Element object = ... 
Writer w = ... 
try(var wrt = JsonWriter.createDefaultWriter(w)){
    wrt.write(object);
}

The JsonWriter provides the static method minimize which removes whitespace safely from a given input stream.

Querying (Experimental)

The package query provides simple utilities for querying data based on some root element.

The Path Utility

The Path class is inspired by the XPath specification yet lacks almost all of its features; it's currently just a toy.

Basic Usage

A Path instance is instantiated using the factory method Path::of like so:

var path = Path.of("a/b/c");

The path expression is split using the / character. Given the statement above, we obtain the equivalent of

var path = Path.of("c", Path.of("b", Path.of("a")));

where the second parameter is the parent path. We then use Path::evaluate which returns a stream of Elements. Consider this root object root

{
    "a": {
        "b": {
            "c": true
        }
    }
}

then

assert JsonBoolean.TRUE==path.evaluate(root).findFirst().get();

will not throw an AssertionError.

Syntax

The syntax for the patterns is

  • a..b where a and b are integers; a range pattern applicable to arrays;
  • #regex where regex is a regular expression filtering attributes of objects;
  • name where name is just the member name of the root object.

Examples

Given [2, 3, 5, 7, 11] then Path.of("0..2") yields the stream of the first two array elements 2 and 3.

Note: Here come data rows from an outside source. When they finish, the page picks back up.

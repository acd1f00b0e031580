package beam

import (
	"context"
	"fmt"
	"math"
	"slices"

	"soffit.example/units"
)

// Design finds bars and stirrups for a brief under a code.
//
// It resolves and analyses the brief, refuses what the code's scope rules
// exclude, searches the layouts that the brief's preferences allow, and
// returns the best of those that pass every check, with alternatives, with
// every arrangement that was rejected and why, and with every assumption
// settled against the finished design. Where nothing passes the verdict is
// Unsatisfied, the layout is the one that came closest, and Cures lists
// changes of the brief that were designed in turn and found to pass.
//
// The error is an *InputError that lists every fault of the brief, or the
// context's. A beam that fails or lies out of scope is no error.
func Design(ctx context.Context, code Code, brief Brief) (*Result, error) {
	r, err := design(ctx, code, brief, false)
	if err != nil || r.Verdict != Unsatisfied || brief.Preferences.NoCures {
		return r, err
	}
	r.Cures, err = cures(ctx, code, brief, r)
	if err != nil {
		return nil, err
	}
	if len(r.Cures) == 0 {
		r.Cautions = append(r.Cautions, "No single change of depth, width, concrete strength or stirrup legs, up to about twice, was found to make the beam pass.")
	}
	return r, nil
}

// CheckLayout judges a layout under a brief and a code with the same checks
// that Design uses. Errors are those of Design; faults of the layout have
// paths under /layout.
func CheckLayout(ctx context.Context, code Code, brief Brief, layout Layout) (*Result, error) {
	if err := ctx.Err(); err != nil {
		return nil, err
	}
	p, err := prepare(code, brief)
	if err != nil {
		return nil, err
	}
	if len(p.refusals) > 0 {
		return p.outOfScope(), nil
	}
	return p.finish(layout)
}

// design is Design without the cures. With any it takes the first layout that
// passes for the best.
func design(ctx context.Context, code Code, brief Brief, any bool) (*Result, error) {
	first, err := prepare(code, brief)
	if err != nil {
		return nil, err
	}
	first.any = any
	best, err := searchDepths(ctx, first)
	if err != nil {
		return nil, err
	}
	if best == nil {
		return first.outOfScope(), nil
	}
	return best.result()
}

// searchDepths searches the brief's section and then the other depths that
// its preferences allow. It returns nil if a scope rule refuses every depth.
func searchDepths(ctx context.Context, first *prepared) (*search, error) {
	depths := []units.Length{first.Brief.Section.Depth}
	for _, d := range first.Brief.Preferences.Depths {
		if !slices.Contains(depths, d) {
			depths = append(depths, d)
		}
	}
	if first.Brief.Preferences.Prefer == Shallowest {
		slices.SortFunc(depths, units.Length.Compare)
	}
	var best *search
	for _, d := range depths {
		if err := ctx.Err(); err != nil {
			return nil, err
		}
		p := first
		if d != first.Brief.Section.Depth {
			var err error
			if p, err = first.atDepth(d); err != nil {
				return nil, err
			}
		}
		if len(p.refusals) > 0 {
			continue
		}
		s := newSearch(p, 1+p.Brief.Preferences.KeepBest)
		if err := s.run(ctx); err != nil {
			return nil, err
		}
		if len(s.kept) > 0 {
			s.first = s.layoutOf(&s.kept[0])
			s.whole = s.addSideBars(&s.first)
		}
		if best == nil || s.better(best) {
			s.rejects.absorb(best)
			best = s
		} else {
			best.rejects.absorb(s)
		}
		if p.Brief.Preferences.Prefer == Shallowest && best.whole {
			break
		}
	}
	return best, nil
}

// absorb takes over what another search rejected.
func (l *rejectLog) absorb(s *search) {
	if s != nil {
		l.list = append(l.list, s.rejects.list...)
	}
}

// better reports whether the first layout of s ranks before that of t. A
// depth at which the member as a whole fails comes after those at which it
// passes.
func (s *search) better(t *search) bool {
	switch {
	case len(s.kept) == 0:
		return false
	case len(t.kept) == 0:
		return true
	case s.whole != t.whole:
		return s.whole
	}
	return slices.Compare(s.kept[0].key[:], t.kept[0].key[:]) < 0
}

// result finishes the best layout of the search, or the closest one where
// nothing passed.
func (s *search) result() (*Result, error) {
	var chosen *found
	layout := s.first
	if len(s.kept) > 0 {
		chosen = &s.kept[0]
	} else if chosen = s.closest(); chosen != nil {
		layout = s.layoutOf(chosen)
		s.addSideBars(&layout)
	}
	if chosen != nil {
		s.assumeDepths(chosen)
	}
	r, err := s.p.finish(layout)
	if err != nil {
		// %v, not %w: it is no fault of the brief.
		return nil, fmt.Errorf("beam: the layout that was found: %v", err)
	}
	if len(s.kept) == 0 {
		// Side bars that the brief counts in bending are added last, and may
		// make the closest layout pass: finish has the last word.
		s.rejectClosest(chosen)
		r.Rejected = s.rejects.list
		return r, nil
	}
	s.retrace(chosen)
	r.Rejected = s.rejects.list
	for i := 1; i < len(s.kept); i++ {
		if a, ok := s.alternative(&s.kept[i]); ok {
			r.Alternatives = append(r.Alternatives, a)
		}
	}
	return r, nil
}

// rejectClosest logs the closest arrangement where the search saw none worth
// trying, so that the reasons are not missing where they are most wanted.
func (s *search) rejectClosest(f *found) {
	if f == nil || len(s.rejects.list) > 0 {
		return
	}
	if !s.layPair(f.stirrup, &f.bottom, &f.top, f.inCompress) {
		return
	}
	for face, set := range [...]*barSet{Bottom: &f.bottom, Top: &f.top} {
		if set != nil && !s.judge(Face(face), Fitting, Bending) {
			s.reject(s.arrangement(Face(face), set, f.stirrup.Name))
		}
	}
}

// retrace repeats the search for the stirrups of the chosen bars, to log
// every arrangement that failed on the way. The log of each pair of bars
// would say the same many times over.
func (s *search) retrace(f *found) {
	s.logs = true
	if s.layPair(f.stirrup, &f.bottom, &f.top, f.inCompress) {
		s.leastStirrups(f.stirrup, s.tensionDepth())
		s.eachStirrup(f.stirrup, func(float64) bool { return true }, func([]Zone, float64) {})
	}
	s.logs = false
}

// assumeDepths lists the effective depths that the search sized tension
// steel with before any bar was laid: one layer of the size that was chosen.
// The finished bars have depths of their own, by which every check goes.
func (s *search) assumeDepths(f *found) {
	for sense, set := range [...]*barSet{Positive: &f.bottom, Negative: &f.top} {
		if sense := Sense(sense); set == nil || !s.bent(sense) {
			continue
		}
		size, sense := set.largest(), Sense(sense)
		s.t.enclose(f.stirrup, size)
		d := s.singleLayerDepth(f.stirrup, size)
		s.p.assumedDepth[sense] = d
		s.p.register.Assume(Assumption{
			ID:      "effective-depth." + sense.String(),
			Assumed: fmt.Sprintf("d = %s: one layer of %s in %s stirrups", s.p.System.Format(d.Amount()), size.Name, f.stirrup.Name),
			UsedIn:  []string{"the least tension steel that the search tried"},
		})
	}
}

// closest is the arrangement that came nearest to passing; nil if there was
// nothing to try at all.
func (s *search) closest() *found {
	if s.near[0].ok {
		return &s.near[0].pair
	}
	if len(s.main) == 0 || len(s.ties) == 0 {
		return nil
	}
	f := &found{stirrup: s.ties[0]}
	for _, face := range [2]Face{Bottom, Top} {
		set := &s.near[face].set
		if !s.near[face].ok {
			set = s.fullest(face)
		}
		if face == Bottom {
			f.bottom = *set
		} else {
			f.top = *set
		}
	}
	s.t.enclose(f.stirrup, f.bottom.largest(), f.top.largest())
	s.setUniform(f.stirrup, 2, s.closestSteps(f.stirrup))
	f.zones = slices.Clone(s.zones)
	return f
}

// fullest is the set with the most steel that the layers of a face hold, for
// a face where the code saw no set worth trying; two bars where none fit.
func (s *search) fullest(face Face) *barSet {
	var best *barSet
	for i := range s.main {
		size := &s.main[i]
		most, _, _ := s.bounds(tensionSense(face), s.ties[0], size)
		n := 2
		if s.bent(tensionSense(face)) {
			n = max(most, 2)
		}
		for _, b := range uniformSets(nil, size, n, n, 1) {
			if best == nil || best.area.Less(b.area) && n > 2 {
				best = &b
			}
		}
	}
	return best
}

// sideBarsMost is the most side-face bars a side that the search adds.
const sideBarsMost = 30

// addSideBars adds the fewest bars along the side faces with which no more
// checks of the member as a whole fail than must: from the bottom bars to
// mid-depth, or over the whole height of a beam that hogs or is twisted, whose
// side bars may be of any size, the lightest that do. It reports whether none
// fails.
func (s *search) addSideBars(l *Layout) (passes bool) {
	t, faults := trialOf(s.p.Problem, l)
	if len(faults) > 0 || t.Bottom.Count == 0 || t.Top.Count == 0 {
		return false
	}
	fewest := s.wholeFails(t)
	if fewest == 0 {
		return true
	}
	sizes := s.main[:1]
	reach := t.Brief.Section.Depth.Scale(0.5)
	if s.bent(Negative) || t.Twisted {
		reach = t.Brief.Section.Depth.Sub(t.Top.Farthest)
	}
	if t.Twisted {
		sizes = s.main
	}
	reach = reach.Sub(t.Bottom.Farthest)
	var best SideSteel
	lightest := math.Inf(1)
	for i := range sizes {
		size := &sizes[i]
		one := size.MassPerLength.In(units.KilogramPerMetre)
		for n := 1; n <= sideBarsMost && (fewest > 0 || one*float64(n) < lightest); n++ {
			t.Side = SideSteel{Size: *size, Each: n, Spacing: reach.Scale(1 / float64(n+1)), Yield: t.Brief.Reinforcement.Yield, TensionFace: Bottom}
			fails := s.wholeFails(t)
			if fails < fewest || fails == fewest && best.Each > 0 && one*float64(n) < lightest {
				best, fewest, lightest = t.Side, fails, one*float64(n)
			}
			if fails == 0 {
				break
			}
		}
	}
	if best.Each > 0 {
		l.Longitudinal = append(l.Longitudinal, Row{
			Mark: "F1", Bar: best.Size.Name, Count: best.Each, Face: Side, Spacing: best.Spacing,
			To: l.Longitudinal[0].To, Start: "straight", End: "straight",
		})
	}
	return fewest == 0
}

// wholeFails counts the failing checks of the member as a whole.
func (s *search) wholeFails(t *Trial) (n int) {
	s.checks = s.p.Code.Judge(t.appendSideGeometry(s.checks[:0]), Whole, t)
	for i := range s.checks {
		if s.checks[i].Outcome == Fail {
			n++
		}
	}
	return n
}

// alternative says how a kept layout differs from the first. ok is false
// where a check of the member as a whole fails, which the search leaves to
// the end.
func (s *search) alternative(f *found) (a Alternative, ok bool) {
	a = Alternative{Layout: s.layoutOf(f), SteelMass: units.Kilogram.Of(f.mass * s.p.unitShare()), Depth: s.p.Brief.Section.Depth, WhyNotFirst: s.whyNotFirst(f)}
	s.addSideBars(&a.Layout)
	t, faults := trialOf(s.p.Problem, &a.Layout)
	if len(faults) > 0 {
		return a, false
	}
	s.checks = t.appendChecks(s.checks[:0])
	if g := Governing(s.checks); g != nil {
		a.Governing, a.Utilization = g.ID, g.Utilization
	}
	return a, !Failing(s.checks)
}

// whyNotFirst compares a kept layout with the first in the terms that rank.
func (s *search) whyNotFirst(f *found) string {
	first := &s.kept[0]
	if more := f.key[0] - first.key[0]; more > 0 {
		switch s.prefer {
		case FewestBars:
			return fmt.Sprintf("%g bars more", more)
		case OneSize:
			return fmt.Sprintf("%g sizes instead of %g", f.key[0], first.key[0])
		case FewestMarks:
			return fmt.Sprintf("%g marks more", more)
		}
	}
	what := "other bottom bars"
	switch {
	case f.bottom.barPlan == first.bottom.barPlan && f.top.barPlan == first.top.barPlan:
		what = "other stirrups"
	case f.bottom.barPlan == first.bottom.barPlan:
		what = "other top bars"
	}
	more := units.Kilogram.Of(f.mass - first.mass)
	percent := 100 * (f.mass - first.mass) / first.mass
	sys := s.p.System
	if !s.member {
		return fmt.Sprintf("%s: %.1f %% more steel", what, percent)
	}
	return fmt.Sprintf("%s: %.3g %s more steel (%.1f %%)", what, sys.Float(more.Amount()), sys.Unit(units.DimMass), percent)
}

Given {"a0":true,"a1":false} then Path.of("#a.") yields the stream of true and false.

Given {"a":{"b":5}} then Path.of("a/b") yields the stream of 5d.

Use in Clojure

Clojure uses maps to aggregate data and prefers keywords as keys in these maps. Here is a link to a video from Rich Hickey: Just use maps

In order to use this Java library, include this in your deps.edn file:

{:deps {
    io.github.ralfspoeth/json {:mvn/version "1.0.8"}
    }}

Import the Element and IO classes into your namespace like this

(ns your.name.space
    (:import (io.github.ralfspoeth.json Element Basic JsonNull JsonArray JsonObject)
    (java.io Reader)
    (io.github.ralfspoeth.json.io JsonReader))
    (:require [clojure.java.io :as io]))

Use this function in order to read JSON data from some java.io.Reader

(defn read-elem [^Reader rdr]
    (with-open [jsrd (JsonReader. rdr)]
    (.readElement jsrd)))

and then, in order to turn the resulting Element into a clojure map

(defn map-json ([^Element elem]
    (cond
      (instance? JsonNull elem) nil,
      (instance? Basic elem) (.value elem)
      (instance? JsonArray elem) (mapv map-json (.elements elem))
      (instance? JsonObject elem) (zipmap
                                    (map keyword (->> elem (.members) (.keySet))),
                                    (map map-json (->> elem (.members) (.values)))))))

Standard Conversions

Package conv contains the utility class StandardConversions which converts Elements into primitive types int, long, double or boolean and to String or a given Enum type. All conversion methods take any Element type as an argument and may throw IllegalArgumentException for the sake of simplicity. The conversion methods in the StandardConversions class respects that many JSON authors put all values into double-quotes, even null, true, and false as well as numbers. These values are parsed into JsonString instance; their contains is converted into numbers, boolean values and null if possible as well.

Numerical Conversions

The methods intValue, longValue and doubleValue utilize the parse<Type> methods of the respective Integer, Long and Double classes for JsonStrings, and standard conversion from double to int and long for JsonNumbers. JsonBoolean are converted to 1 and 0 for TRUE and FALSE, respectively.

String Conversion

The stringValue conversion uses natural conversions for all Basic types, and the toString methods applied on the contained lists and maps of the Aggregate types.

Boolean Conversion

The booleanValue conversion does the obvious conversions for JsonBoolean and JsonString.

Enum Conversion

The enumValue... methods takes two arguments: a class declared with the enum keyword, and the Element which must be of type JsonString. While enumValue uses the Enum::valueOf method, the enumValueIgnoreCase converts the value and all the constants' names defined in the enum class to uppercase strings before selecting the enum constant.